A PMI reading above 50.0 indicates that manufacturing is generally expanding; below 50.0 that it is declining. PMI values for March in the years 2002-2007 have ranged from 51.7-59.1, meaning the latest result is the first time manufacturing has been in decline for that month.

Business NZ chief executive Phil O’Reilly says the March result highlights a lacklustre first quarter of activity for New Zealand’s manufacturing sector.

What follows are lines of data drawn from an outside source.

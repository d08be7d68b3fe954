"""Plane waves from known directions, in every sample type and layout: bearings, levels, times, headers of the maps."""

import re
from collections.abc import Iterator
from itertools import product

import numpy as np
import pytest
from rig import (
    ArrayModel,
    ExactMap,
    Message,
    Service,
    Wave,
    block_message,
    cut_blocks,
    frame_maps,
    half_power_width,
    join_blocks,
    note,
    pattern_db,
    peak_cosine,
    plane_wave,
    tapered_weights,
)  # fmt: skip

ARRAY = ArrayModel()
FRAME, BEAMS, AVERAGE_S = 2048, 97, 2.0
WEIGHTS = tapered_weights(ARRAY.channels)
PERIOD = 32000  # 4 s
BAND = (100.0, 2000.0)
CONES = (40.0, 64.0, 90.0, 133.0)
TYPES, LAYOUTS = ("i2", "i3", "i4", "f4"), ("channel", "sample")
RUNS = [f"{cone:g} {kind} {layout}" for cone, kind, layout in product(CONES, TYPES, LAYOUTS)]
GRID = np.linspace(1, -1, BEAMS)


def run_blocks(run: str) -> Iterator[list[bytes]]:
    """Messages of a run, blocks of 1000 samples; every run starts a whole hour after the one before."""
    cone, kind, layout = run.split()
    sea = plane_wave(Wave(float(cone), 100.0, BAND), ARRAY.positions_m, PERIOD, ARRAY.rate_hz)
    for block in cut_blocks(sea / ARRAY.full_scale_upa, 1000, ARRAY.rate_hz, 0, run_start(run), kind, layout):
        yield block_message(ARRAY, block, run, type=kind, layout=layout)


def run_start(run: str) -> int:
    return 1_796_133_600_000_000_000 + RUNS.index(run) * 3600 * 10**9


@pytest.fixture(scope="module")
def maps(tmp_path_factory: pytest.TempPathFactory) -> Iterator[dict[str, list[Message]]]:
    """All maps of all runs, by run; the service has counted every sample before they are handed out."""
    band = ARRAY.band(band_hz=list(BAND), frame=FRAME, beams=BEAMS, shading=list(WEIGHTS), average_s=AVERAGE_S)
    with Service(ARRAY.settings(band), tmp_path_factory.mktemp("waves")) as service, service.listener() as listener:
        expected = len(RUNS) * ((PERIOD - FRAME) // (FRAME // 2) + 1)
        with service.feeder() as feeder:
            for run in RUNS:
                feeder.send_all(run_blocks(run))
            feeder.send(note(ARRAY, "end", run=RUNS[-1]))
            listener.wait_count("map/main", expected, 60)
            listener.wait_status(
                "all samples and maps",
                lambda s: s["samples"] == len(RUNS) * PERIOD and s["bands"]["main"]["maps"] == expected,
            )
        found: dict[str, list[Message]] = {run: [] for run in RUNS}
        for message in listener.of("map/main"):
            found[message.header["run"]].append(message)
        yield found


@pytest.mark.parametrize("run", RUNS)
def test_loudest_beam_is_the_grid_beam_nearest_in_cosine(maps: dict[str, list[Message]], run: str) -> None:
    source = np.cos(np.radians(float(run.split()[0])))
    width = half_power_width(WEIGHTS, ARRAY.positions_m[:, 0], 1200.0, ARRAY.sound_speed_m_s)
    last = maps[run][-1]
    assert last.cosines == pytest.approx(GRID, abs=1e-9)
    top, at = peak_cosine(GRID, last.band_db(1150, 1250))
    assert top == int(np.argmin(np.abs(GRID - source)))
    assert abs(at - source) <= 0.05 * width, f"{at:.4f} for {source:.4f}, beamwidth {width:.4f}"


@pytest.mark.parametrize("run", RUNS)
def test_level_is_that_of_the_wave_after_scalloping(maps: dict[str, list[Message]], run: str) -> None:
    """100 dB re 1 micropascal^2/Hz; the tolerance is five times the scatter of about 5000 independent averages."""
    source = np.cos(np.radians(float(run.split()[0])))
    nearest = int(np.argmin(np.abs(GRID - source)))
    last = maps[run][-1]
    f = last.frequencies_hz
    inside = (f > 300) & (f < 1900)
    x, c = ARRAY.positions_m[:, 0], ARRAY.sound_speed_m_s
    loss = np.array([pattern_db(WEIGHTS, x, v, GRID[nearest], source, c)[0] for v in f[inside]])
    level = last.level_db[nearest, inside] - loss
    assert 10 * np.log10(np.mean(10 ** (level.astype(float) / 10))) == pytest.approx(100.0, abs=0.3)


@pytest.mark.parametrize("cone_deg", CONES)
def test_levels_are_those_of_an_exact_beamformer(maps: dict[str, list[Message]], cone_deg: float) -> None:
    """Every map, three beams about the peak and one on a side lobe, against float64 delays in the Fourier domain."""
    sea = plane_wave(Wave(cone_deg, 100.0, BAND), ARRAY.positions_m, PERIOD, ARRAY.rate_hz)
    exact = ExactMap(sea, ARRAY.positions_m[:, 0], WEIGHTS, ARRAY.rate_hz, ARRAY.sound_speed_m_s)
    top = int(np.argmin(np.abs(GRID - np.cos(np.radians(cone_deg)))))
    found = maps[f"{cone_deg:g} f4 channel"]
    starts = [k * FRAME // 2 for k in range(len(found))]
    for beam in (top - 1, top, top + 1, top + 9):
        rolling = exact.rolling_db(GRID[beam], starts, FRAME, AVERAGE_S)
        for k, message in enumerate(found):
            first = round(message.header["f0_hz"] / message.header["df_hz"])
            own = rolling[k, first : first + message.header["shape"][1]]
            loud = own > 70  # 30 dB under one hydrophone
            assert np.max(np.abs(message.level_db[beam] - own)[loud]) < 0.05, f"map {k}, beam {beam}"


@pytest.mark.parametrize("run", RUNS)
def test_one_map_for_each_half_frame_with_exact_times(maps: dict[str, list[Message]], run: str) -> None:
    expected, _ = frame_maps(join_blocks([(run, 0, PERIOD, run_start(run))]), FRAME, ARRAY.rate_hz)
    assert len(expected) == 30
    assert [(m.header["t"], m.header["t_end"]) for m in maps[run]] == [
        (m.t, m.t + round(FRAME * 1e9 / ARRAY.rate_hz)) for m in expected]  # fmt: skip


def test_the_samples_decide_and_not_type_or_layout(maps: dict[str, list[Message]]) -> None:
    """Both layouts of one type carry the same numbers: the same bits. Types differ by their rounding alone."""
    for cone in CONES:
        wide = maps[f"{cone:g} i4 channel"][-1].level_db
        top = wide > wide.max() - 20  # the coarsest, 16 bits, is 70 dB under the wave
        for kind in TYPES:
            by_channel, by_sample = (maps[f"{cone:g} {kind} {layout}"] for layout in LAYOUTS)
            assert [m.data for m in by_channel] == [m.data for m in by_sample], f"{cone} {kind}"
            assert np.max(np.abs(by_channel[-1].level_db - wide)[top]) < 0.05


def test_sequence_is_unbroken_from_one_start(maps: dict[str, list[Message]]) -> None:
    everything = [m.header for run in RUNS for m in maps[run]]
    assert [h["seq"] for h in everything] == list(range(len(everything)))
    assert len({h["start"] for h in everything}) == 1
    assert re.fullmatch("[0-9a-f]{16}", everything[0]["start"])


def test_map_header_is_complete_and_typed(maps: dict[str, list[Message]]) -> None:
    kinds = {
        "v": int, "kind": str, "array": str, "seq": int, "start": str, "band": str, "run": str, "t": int,
        "t_end": int, "span_s": float, "averages": float, "shape": list, "cone_deg": list, "f0_hz": float,
        "df_hz": float, "quantity": str, "unit": str, "limits": dict, "latency_ms": float,
    }  # fmt: skip
    limits = {"channels_used": int, "channels": int, "gap": bool, "clipped": float, "alias_hz": float, "masked": float}
    for message in (m for run in RUNS for m in maps[run]):
        header = message.header
        assert {key: type(header.get(key)) for key in kinds} == kinds
        assert {key: type(header["limits"].get(key)) for key in limits} == limits
        assert (header["v"], header["kind"], header["array"], header["band"]) == (1, "map", "aft", "main")
        assert header["quantity"] == "spectral density level"
        assert header["unit"] == "dB re 1 \u00b5Pa\u00b2/Hz"
        assert header["span_s"] == AVERAGE_S
        assert header["shape"] == [BEAMS, len(message.data) // 4 // BEAMS]
        assert header["cone_deg"] == sorted(header["cone_deg"])
        assert np.isfinite(message.level_db).all()
        assert header["latency_ms"] >= 0
        known = {"channels_used": 32, "channels": 32, "gap": False, "clipped": 0.0, "alias_hz": 1500.0, "masked": 0.0}
        assert header["limits"] | known == header["limits"]


def test_bins_cover_the_band(maps: dict[str, list[Message]]) -> None:
    header = maps[RUNS[0]][0].header
    assert header["df_hz"] == pytest.approx(ARRAY.rate_hz / FRAME)
    last = header["f0_hz"] + (header["shape"][1] - 1) * header["df_hz"]
    assert abs(header["f0_hz"] - BAND[0]) <= header["df_hz"]
    assert abs(last - BAND[1]) <= header["df_hz"]


def test_averages_count_weights_and_overlap(maps: dict[str, list[Message]]) -> None:
    """Variance of a weighted mean: (sum w)^2 / sum_ij w_i w_j r(i-j), r = 1/36 for half-overlapped Hann frames.

    r is the square of the taper's correlation at half overlap, 1/6 (Welch 1967, IEEE Trans. Audio Electroacoust.
    15(2) 70-73, with the taper's own sum worked out).
    """
    kept = np.exp(-FRAME / 2 / ARRAY.rate_hz / AVERAGE_S)
    for k, message in enumerate(maps[RUNS[0]]):
        w = kept ** np.arange(k + 1)
        spread = np.sum(w**2) + 2 * np.sum(w[1:] * w[:-1]) / 36
        assert message.header["averages"] == pytest.approx(np.sum(w) ** 2 / spread, rel=0.01)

“Results for the first quarter of 2008 have averaged out to 51.0, which is the lowest score for the start of any year of the survey. The global scene for manufacturing continues to show a slowdown for almost all countries as there is a noticeable fall off in production and new orders.”

Mr O’Reilly says comments from respondents are symptomatic of a lack of confidence in the market, with the proportion of negative comments made by respondents jumping strongly (67.3 per cent in March compared with 63.7 per cent in February). Individual comments indicate activity is falling off from both domestic and offshore customers.

“Looking out towards business possibilities for New Zealand manufacturers during the rest of 2008, it will be important they start engaging in potential markets in China to take advantage of the significant opportunities that are available now and that will become available as tariffs reduce further in the near future.”

The Bank of New Zealand noted New Zealand’s manufacturing sector now looks to be slipping, having warned it was losing momentum over recent months.

Senior market economist at the bank, Craig Ebert, says much of the concern relates to obvious factors, including the ongoing strength in the NZ dollar, cost pressure, resource constraints and, now, weakening domestic demand.

“But there is another factor well worth noting – offshore demand. It is slowing already, and will probably continue to do so for the foreseeable future.”

Unadjusted activity for February showed activity was down in all but one region. The Canterbury/Westland region (52.4) continued to show expansion although the level was still down on the previous month. The Northern (47.8) and Central regions (45.8) recorded their third and fourth consecutive declines respectively, while the Otago/Southland region (46.3) experienced its lowest result since January 2007.

Unadjusted results for the various manufacturing industries were generally in decline during March. The machinery & equipment sector (53.4) bucked the trend with the only expansion value shown for an industry, which was also a recovery from two negative results during the start of 2008. The wood & paper product sector (38.8) displayed the strongest level of decline, followed by the textile, clothing, footwear & leather sector (43.0).